Tuesday, August 31, 2010

Before They Are Hanged

Title: Before They Are Hanged
Author: Joe Abercrombie
Series: The First Law, Book 2
Genre: Fantasy
Published: 2008

Recommendations: Read it if you liked the first book and still remember what happened.
Rating: 7/10

Summary: The epic story of various heroes continue unfolding. Bayaz and his company travel to the edge of the world through various dangers. Glokta is appointed the Superior of Dagoska, which is besieged by King Bethod. Colonel West and others continue fighting against Bethod's army in the north.

Reactions: I've read the first book of this series in 2008 and managed to forget almost everything about the first novel other than the unforgettable characters of Glokta and Ninefingers and the fact that I enjoyed reading it. However, picking up Before They Are Hanged in early August proved to be slow reading. It was difficult to get back into the story since I didn't remember what happened before and I must have spent almost 3 weeks just getting through the first 100 pages of the book.

Eventually I picked up on the thread of the story and the reading went much livelier. The highlight of the story are definitely the characters. They are bright, individualistic, and unusual. Several of them end up transforming quite remarkably throughout the book and such changes in character I find interesting to read about. Their rather complex relationships are fun to follow as well.

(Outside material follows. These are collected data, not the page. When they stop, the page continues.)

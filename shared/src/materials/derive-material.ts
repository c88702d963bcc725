import type { DerivedMaterial } from './derived-material.ts';
import type { MaterialDraft } from './material-draft.ts';
import type { MaterialFault } from './material-fault.ts';
import type { OwnMaterialLookup } from './material-lookup.ts';

export type Derivation =
  | { readonly ok: true; readonly value: DerivedMaterial }
  | { readonly ok: false; readonly faults: readonly MaterialFault[] };

export function deriveMaterial(draft: MaterialDraft, lookup: OwnMaterialLookup): Derivation {
  void lookup;
  return {
    ok: false,
    faults: [{ pointer: '/way', code: 'not_covered', message: `The way ${draft.way} is not ready.` }],
  };
}
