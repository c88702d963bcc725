import { applyChanges } from './apply-changes.ts';
import type { Done, Refusal } from './command.ts';
import { SurveyDraft } from './draft/survey-draft.ts';
import { finish } from './draft/finish.ts';
import { ENTITY_KINDS, type SurveyDocument } from './survey-document.ts';
import { rowsOf } from './rows.ts';

/**
 * Several commands as one gesture, each on the outcome of the one before: one change set, one undo step, and when one is
 * refused none happens.
 */
export function inSequence(
  document: SurveyDocument,
  steps: readonly ((document: SurveyDocument) => Done | Refusal)[],
): Done | Refusal {
  let outcome = document;
  const touched = new Map(ENTITY_KINDS.map((kind) => [kind, new Set<string>()]));
  for (const step of steps) {
    const done = step(outcome);
    if (done.refused) return done;
    for (const { kind, id } of done.changes) touched.get(kind)?.add(id);
    outcome = applyChanges(outcome, done.changes);
  }
  const draft = new SurveyDraft(document);
  for (const [kind, ids] of touched) {
    for (const id of ids) {
      const row = rowsOf(outcome, kind).get(id);
      if (row === undefined) draft.remove(kind, id);
      else draft.put(kind, row);
    }
  }
  return finish(draft, []);
}
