import type { Storey } from './survey-document.ts';

/** A storey as it starts: at level 0 m, 3 m high, walls without thickness until somebody says how thick they are. */
export function newStorey(given: Pick<Storey, 'id' | 'name'> & Partial<Omit<Storey, 'id' | 'name'>>): Storey {
  return { level_m: 0, height_m: 3, wall_thickness_m: 0, plan_picture: null, north_deg: null, ...given };
}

Plot-wise though, not a whole lot happens in the book. Some progress is made in all story lines, but nothing resembling the conclusion has been reached. The events will definitely continue unfolding in the final book of the series.

Overall, it's a well written fantasy, which I had some trouble getting into as a stand-alone book. I haven't quite decided yet if I want to pick up the next book either. We'll see.

Sunday, August 1, 2010

The Passage

Title: The Passage
Author: Justin Cronin
Genre: Horror
Published: 2010

Recommendation: A long meaty read for those who enjoy character-driven stories and apocalyptic fiction.
Rating: 8/10

Summary: In the uninhabited jungles of Bolivia, American military discovers a virus that would make a person stronger, more long-lived, but sensitive to light and with an appetite for blood. The virus is tested on 12 convicts from the death row and finally on a little girl, named Amy. The "virals" escape into the wild, killing and infecting the world that quickly succumbs to the virus. What follows is the story of the survivors.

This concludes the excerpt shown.